La fraude sur les médicaments eux-mêmes continue de progresser : 13 millions d'euros détectés en 2024 contre 11,5 millions en 2023, avec une concentration sur les antalgiques, les traitements du diabète (insuline, analogues du GLP-1, capteurs de glycémie) et les anticancéreux (CNAM, 2024). Ces spécialités représentent une exposition particulière pour les officines traitant des volumes importants de ces produits, notamment dans les zones à forte densité de patients chroniques. La CNAM a déployé le téléservice ADAC (Aide à la détection d'atypies de consommation) en octobre 2025 pour alerter les officinaux sur les surconsommations suspectes. Son utilisation n'est pas obligatoire. Ne pas l'utiliser n'exonère pas de la responsabilité de délivrance.

Ce que vous devez faire, et dans quel ordre

Action 1 : Auditer vos délivrances en mode dégradé avant le prochain contrôle CPAM

Demandez à votre logiciel de gestion officinale (LGO) un export des feuilles de soins électroniques (FSE) transmises en mode dégradé sur les 24 derniers mois. Vérifiez que chaque FSE dégradée correspond à une ordonnance physique archivée et à une délivrance traçable. La règle est simple : une FSE sans ordonnance conservée est un indu potentiel. Si votre LGO ne permet pas cet export directement, contactez votre éditeur. La CNAM peut le demander à tout moment lors d'un contrôle. PharmaPex permet de documenter et horodater chaque dispensation à risque, en centralisant les preuves de délivrance par type de produit et par mode de facturation.

Action 2 : Activer et vérifier vos connexions ASAFO-Pharma et ADAC dans les 7 jours

ASAFO-Pharma (Alerte sécurisée fausse ordonnance) est accessible depuis amelipro. Si votre officine n'a encore transmis aucun signalement depuis août 2024, vérifiez que votre LGO est bien paramétré pour l'intégration. Une officine non connectée à ASAFO est une officine qui supporte seule le risque de délivrance sur fausse ordonnance, sans recours possible auprès de la CNAM en cas de contentieux. Activez également ADAC pour les produits à risque : antalgiques opioïdes, traitements du diabète, anticancéreux. La CNAM peut considérer l'absence d'utilisation de ces outils comme un facteur aggravant lors d'un contrôle.

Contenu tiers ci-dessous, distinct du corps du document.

/**
 * Prony series (generalised Maxwell model) fitted to a master curve by non-negative least squares
 * on relative residuals (docs/conventions.md §5; Baumgaertel & Winter, Rheol. Acta 28, 1989, for the fixed
 * log grid of relaxation times). The curve is first log-binned (log-bins.ts): each bin mean is a
 * row, weighted by its standard error, so every decade counts by the points and the agreement it
 * holds, and 10⁶ points cost no more than 10³. The τ grid covers only the densest stretch of the
 * data: points more than a decade from the rest are left out with a warning.
 * Unknowns: g_i ≥ 0 on the τ grid and the equilibrium modulus Ge ≥ 0 — or Ge = 0 when asked, or
 * ('auto', the default) when the data reach the terminal zone of a liquid (terminal-zone.ts).
 * NNLS by ml-fcnnls (fast combinatorial active set, Van Benthem & Keenan, J. Chemometrics 18, 2004).
 */
import { fcnnlsVector } from 'ml-fcnnls';
import type { FitStatus } from '../models/types';
import { densestRun, logBins } from './log-bins';
import { normaliseProny } from './prony-forms';
import type { PronySeries } from './prony-model';
import { pronyLoss, pronyRelaxation, pronyStorage } from './prony-model';
import { relaxationTimeGrid } from './tau-grid';
import { terminalZone, type TerminalZone } from './terminal-zone';
import type { NormalisedProny, ReducedCurve, ReducedWindow, SpectrumWarning } from './types';

/** How the equilibrium modulus Ge is set. */
export type EquilibriumMode = 'auto' | 'fit' | 'zero';

export interface PronyFitOptions {
  /** Relaxation times per decade of the grid (1 or 2 is usual; 1 leaves ripples of a few per cent in G''). @default 2 */
  modesPerDecade?: number;
  /** Widen the τ grid beyond the data window by this many decades at each end. @default 0 */
  extendDecades?: number;
  /**
   * Further decades of short relaxation times below the window (above its highest frequency or
   * below its shortest time). Modes faster than the window still shape the top of it through
   * their tails (G′ ≈ g ω²τ², G″ ≈ g ωτ); without them the fastest mode of the grid takes that
   * weight, and a liquid measured in its terminal zone got η0 = Σ g_i τ_i up to 50 % low
   * (measured; ±0.5 % with one decade). Non-negative least squares leaves unneeded ones at 0.
   * @default 1
   */
  extendFastDecades?: number;
  /**
   * 'fit': Ge ≥ 0 is fitted; 'zero': Ge = 0 (a liquid); 'auto': Ge = 0 when the data reach the
   * terminal zone (slopes near 2 and 1, see terminal-zone.ts), else fitted. @default 'auto'
   */
  equilibrium?: EquilibriumMode;
  /** Bins per decade of the master curve before the fit. @default 20 */
  binsPerDecade?: number;
  /** Points further than this from the rest of the curve are left out, decades. @default 1 */
  maxGapDecades?: number;
  /** Iteration cap of the active-set solver. @default 20 × number of unknowns */
  maxIterations?: number;
}

export interface PronyFitError {
  /** RMS of G'model/G'measured − 1 over the points used (dimensionless, 0.02 = 2 %); NaN when not fitted. */
  storageRms: number;
  lossRms: number;
  relaxationRms: number;
}

export interface PronyFitResult extends FitStatus {
  series: PronySeries;
  normalised: NormalisedProny;
  fitError: PronyFitError;
  window: ReducedWindow;
  /** Modes with g_i > 0 (NNLS sets the others to exactly zero). */
  activeModes: number;
  /** Measured points the series rests on (inside the densest stretch). */
  pointCount: number;
  /** Bins the fit used (rows of the least-squares problem, per quantity together). */
  binCount: number;
  /** How Ge was set, and why. */
  equilibrium: { mode: 'fitted' | 'zero'; reason: string };
  /** The terminal-zone judgement of the data (slopes over the lowest decade). */
  terminal: TerminalZone;
  warnings: SpectrumWarning[];
}

/** PronyFitOptions with every default applied and checked. */
export function resolvePronyFitOptions(
  o: PronyFitOptions = {},
): Required<Omit<PronyFitOptions, 'maxIterations'>> & { maxIterations?: number } {
  const r = {
    modesPerDecade: o.modesPerDecade ?? 2,
    extendDecades: o.extendDecades ?? 0,
    extendFastDecades: o.extendFastDecades ?? 1,
    equilibrium: o.equilibrium ?? 'auto',
    binsPerDecade: o.binsPerDecade ?? 20,
    maxGapDecades: o.maxGapDecades ?? 1,
    maxIterations: o.maxIterations,
  };
  if (!(r.modesPerDecade > 0 && r.modesPerDecade <= 10)) {
    throw new RangeError('The modesPerDecade option must be a number in (0, 10]');
  }
  if (!(r.extendDecades >= 0 && r.extendDecades <= 3))
    throw new RangeError('The extendDecades option must be in [0, 3]');
  if (!(r.extendFastDecades >= 0 && r.extendFastDecades <= 3))
    throw new RangeError('The extendFastDecades option must be in [0, 3]');
  if (!['auto', 'fit', 'zero'].includes(r.equilibrium))
    throw new RangeError("The equilibrium option must be 'auto', 'fit' or 'zero'");
  if (!(r.binsPerDecade >= 2 && r.binsPerDecade <= 1000))
    throw new RangeError('The binsPerDecade option must be in [2, 1000]');
  if (!(r.maxGapDecades > 0)) throw new RangeError('The maxGapDecades option must be positive');
  if (r.maxIterations !== undefined && !(r.maxIterations >= 1))
    throw new RangeError('The maxIterations option must be ≥ 1');
  return r;
}

type Kind = 'storage' | 'loss' | 'relaxation';
const LABEL: Record<Kind, string> = {
  storage: 'storage modulus',
  loss: 'loss modulus',
  relaxation: 'relaxation modulus',
};

/** Basis value of unknown j (0 = Ge, then the modes) for one row. */
function basis(kind: Kind, x: number, tau: number[], j: number): number {
  if (j === 0) return kind === 'loss' ? 0 : 1;
  const t = tau[j - 1];
  if (kind === 'relaxation') return Math.exp(-x / t);
  const wt = x * t;
  return kind === 'storage' ? (wt * wt) / (1 + wt * wt) : wt / (1 + wt * wt);
}

const MAX_POINT_WARNINGS = 20;

/** Fits a Prony series to reduced master-curve data. */
export function fitProny(curve: ReducedCurve, options: PronyFitOptions = {}): PronyFitResult {
  const o = resolvePronyFitOptions(options);
  const n = curve.x?.length ?? 0;
  const timeDomain = curve.relaxation !== undefined;
  if (timeDomain && (curve.storage || curve.loss)) {
    throw new RangeError('curve: give either relaxation data or storage/loss data, not both');
  }
  if (!timeDomain && !curve.storage && !curve.loss) {
    throw new RangeError('curve must hold storage, loss or relaxation values');
  }
  const kinds: Kind[] = timeDomain ? ['relaxation'] : ['storage', 'loss'];
  const present = kinds.map((k) => curve[k] !== undefined);
  kinds.forEach((k, i) => {
    if (present[i] && curve[k]!.length !== n)
      throw new RangeError(`curve.${k} (${curve[k]!.length}) must match curve.x (${n})`);
  });
  const warnings: SpectrumWarning[] = [];
  let skipped = 0;
  const note = (i: number, message: string) => {
    if (++skipped <= MAX_POINT_WARNINGS) warnings.push({ pointIndex: i, message });
  };
  // plain loops (no closure per point): this pass visits every point of the master curve
  const given = kinds.map((k, q) => (present[q] ? curve[k]! : null));
  for (let i = 0; i < n; i++) {
    const x = curve.x[i];
    if (!(x > 0) || !Number.isFinite(x)) {
      note(
        i,
        `Point ${i + 1}: reduced ${timeDomain ? 'time' : 'frequency'} ${x} is not positive; skipped.`,
      );
      continue;
    }
    for (let q = 0; q < given.length; q++) {
      const ys = given[q];
      if (!ys) continue;
      const y = ys[i];
      if (!(y > 0) || !Number.isFinite(y))
        note(
          i,
          `Point ${i + 1}: ${LABEL[kinds[q]]} ${y} is not a positive number; left out of the fit.`,
        );
    }
  }
  if (skipped > MAX_POINT_WARNINGS)
    warnings.push({
      pointIndex: -1,
      message: `${skipped - MAX_POINT_WARNINGS} more values that are not positive numbers were left out of the Prony fit.`,
    });
  const ys = kinds.map((k, q) => (present[q] ? curve[k]! : new Float64Array(n).fill(NaN)));
  const bins = logBins(curve.x, ys, o.binsPerDecade);
  const run = densestRun(bins, o.maxGapDecades);
  if (run.last < run.first || bins.count.length === 0)
    throw new RangeError('fitProny needs at least two usable points');
  // the window: extreme x of the points inside the densest run (second pass over the data)
  const loIdx = bins.index[run.first];
  const hiIdx = bins.index[run.last];
  let min = Infinity;
  let max = -Infinity;
  let used = 0;
  // when the densest run holds every bin, every usable point is inside it: no log10 needed
  const everyBin = run.first === 0 && run.last === bins.index.length - 1;
  for (let i = 0; i < n; i++) {
    const x = curve.x[i];
    if (!(x > 0) || !Number.isFinite(x)) continue;
    if (!everyBin) {
      const b = Math.floor(Math.log10(x) * o.binsPerDecade);
      if (b < loIdx || b > hiIdx) continue;
    }
    let any = false;
    for (let q = 0; q < given.length && !any; q++) {
      const y = ys[q][i];
      any = given[q] !== null && y > 0 && Number.isFinite(y);
    }
    if (!any) continue;
    used++;
    if (x < min) min = x;
    if (x > max) max = x;
  }
  if (used < 2 || !(max > min)) throw new RangeError('fitProny needs at least two usable points');
  if (run.outside > 0)
    warnings.push({
      pointIndex: -1,
      message: `${run.outside} point(s) lie more than ${o.maxGapDecades} decade(s) from the rest of the master curve and were left out of the Prony fit (the series covers ${min.toPrecision(3)} … ${max.toPrecision(3)} ${timeDomain ? 's' : 'rad/s'}).`,
    });
  const window: ReducedWindow = {
    abscissa: timeDomain ? 'time' : 'angularFrequency',
    min,
    max,
  };
  const terminal = terminalZone(bins, run.first, run.last, window.abscissa);
  const canFitGe = kinds.some((k, q) => present[q] && k !== 'loss');
  let equilibrium: PronyFitResult['equilibrium'];
  if (o.equilibrium === 'zero')
    equilibrium = { mode: 'zero', reason: 'Ge set to 0 as asked (a liquid).' };
  else if (!canFitGe)
    equilibrium = {
      mode: 'zero',
      reason: 'Loss modulus alone does not determine the equilibrium modulus: Ge set to 0.',
    };
  else if (o.equilibrium === 'auto' && terminal.reached)
    equilibrium = {
      mode: 'zero',
      reason: `Ge set to 0: the data reach the terminal zone of a liquid (${terminal.reason}).`,
    };
  else
    equilibrium = {
      mode: 'fitted',
      reason:
        o.equilibrium === 'fit'
          ? 'Ge fitted (≥ 0) as asked.'
          : `Ge fitted (≥ 0): the data do not show a terminal zone (${terminal.reason}).`,
    };
  if (!canFitGe && o.equilibrium !== 'zero')
    warnings.push({ pointIndex: -1, message: equilibrium.reason });
  const withGe = equilibrium.mode === 'fitted';

  // rows: one per bin and quantity, relative residual (model/mean − 1) weighted by 1/se
  const rowKind: Kind[] = [];
  const rowX: number[] = [];
  const rowY: number[] = [];
  const rowW: number[] = [];
  for (let j = run.first; j <= run.last; j++) {
    kinds.forEach((k, q) => {
      const b = bins.quantities[q];
      if (!(b.count[j] > 0)) return;
      rowKind.push(k);
      rowX.push(10 ** bins.log10x[j]);
      rowY.push(10 ** b.log10y[j]);
      rowW.push(1 / (Math.LN10 * b.stdErr[j]));
    });
  }
  const tau = relaxationTimeGrid(window, o.modesPerDecade, o.extendDecades, o.extendFastDecades);
  const cols = tau.length + 1;
  // Relative rows: basis/measured, target 1, each scaled by √weight. Columns scaled to unit norm.
  const X = rowKind.map((kind, r) =>
    Array.from({ length: cols }, (_, j) =>
      j === 0 && !withGe ? 0 : (basis(kind, rowX[r], tau, j) / rowY[r]) * rowW[r],
    ),
  );
  const norms = Array.from({ length: cols }, (_, j) =>
    Math.sqrt(X.reduce((s, row) => s + row[j] * row[j], 0)),
  );
  const colIdx = norms.map((_, j) => j).filter((j) => norms[j] > 0);
  const Xs = X.map((row) => colIdx.map((j) => row[j] / norms[j]));
  const y = rowW.slice();
  const maxIterations = o.maxIterations ?? 20 * colIdx.length;
  const sol = fcnnlsVector(Xs, y, { maxIterations, info: true });
  const coef = new Array<number>(cols).fill(0);
  const k = sol.K.to1DArray();
  colIdx.forEach((j, c) => (coef[j] = Math.max(0, k[c]) / norms[j]));
  // strengths below 1e-12 of G0 are rounding noise of the solver: set them to exactly 0
  const total = coef.reduce((a, b) => a + b, 0);
  const clean = coef.map((c) => (c < 1e-12 * total ? 0 : c));
  const series: PronySeries = {
    equilibriumModulusPa: clean[0],
    tauS: tau,
    modulusPa: clean.slice(1),
  };
  // Optimality (Karush–Kuhn–Tucker) check on the scaled problem: gradient ≤ 0 at zeros, ≈ 0 elsewhere.
  const res = y.map(
    (yi, i) => yi - colIdx.reduce((s, j, c) => s + Xs[i][c] * coef[j] * norms[j], 0),
  );
  const grad = colIdx.map((_, c) => Xs.reduce((s, row, i) => s + row[c] * res[i], 0));
  const scaleY = Math.sqrt(y.reduce((s, v) => s + v * v, 0));
  const gTol = 1e-6 * Math.max(1, scaleY);
  const kkt = colIdx.every((j, c) => (coef[j] > 0 ? Math.abs(grad[c]) <= gTol : grad[c] <= gTol));
  const fitError = errors(curve, kinds, present, series, min, max);
  return {
    series,
    normalised: normaliseProny(series),
    fitError,
    window,
    activeModes: series.modulusPa.filter((g) => g > 0).length,
    pointCount: used,
    binCount: rowKind.length,
    equilibrium,
    terminal,
    warnings,
    converged: kkt,
    iterations: sol.info.iterations,
    reason: kkt
      ? 'Non-negative least squares solved: no mode can lower the residual further.'
      : 'The non-negative solver stopped before its optimality check was met; try fewer modes per decade.',
  };
}

/** RMS relative error of the series against every measured point inside the window. */
function errors(
  curve: ReducedCurve,
  kinds: Kind[],
  present: boolean[],
  s: PronySeries,
  min: number,
  max: number,
): PronyFitError {
  const acc: Record<Kind, [number, number]> = { storage: [0, 0], loss: [0, 0], relaxation: [0, 0] };
  // plain loops (no closure per point): this pass visits every point of the master curve
  for (let q = 0; q < kinds.length; q++) {
    if (!present[q]) continue;
    const k = kinds[q];
    const ys = curve[k]!;
    const a = acc[k];
    for (let i = 0; i < curve.x.length; i++) {
      const x = curve.x[i];
      if (!(x >= min && x <= max)) continue;
      const yv = ys[i];
      if (!(yv > 0) || !Number.isFinite(yv)) continue;
      const m =
        k === 'storage'
          ? pronyStorage(s, x)
          : k === 'loss'
            ? pronyLoss(s, x)
            : pronyRelaxation(s, x);
      const e = m / yv - 1;
      a[0] += e * e;
      a[1]++;
    }
  }
  const rms = (k: Kind): number => (acc[k][1] ? Math.sqrt(acc[k][0] / acc[k][1]) : NaN);
  return { storageRms: rms('storage'), lossRms: rms('loss'), relaxationRms: rms('relaxation') };
}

Action 3 : Surveiller mensuellement vos indicateurs de facturation atypique

Identifiez dans votre LGO le ratio de FSE rejetées par la CPAM sur votre volume total mensuel. Un taux d'anomalies supérieur à 2 % constitue un signal d'alerte (la moyenne sectorielle était de 2 % en 2024, contre 4 % en 2022, selon la FSPF). Surveillez également les ordonnances de médicaments chers délivrées sur prescriptions hospitalières : c'est le segment où les indus involontaires sont les plus fréquents et les plus coûteux. En cas de doute sur le formalisme d'une prescription hospitalière, documentez systématiquement votre tentative de vérification avant la délivrance.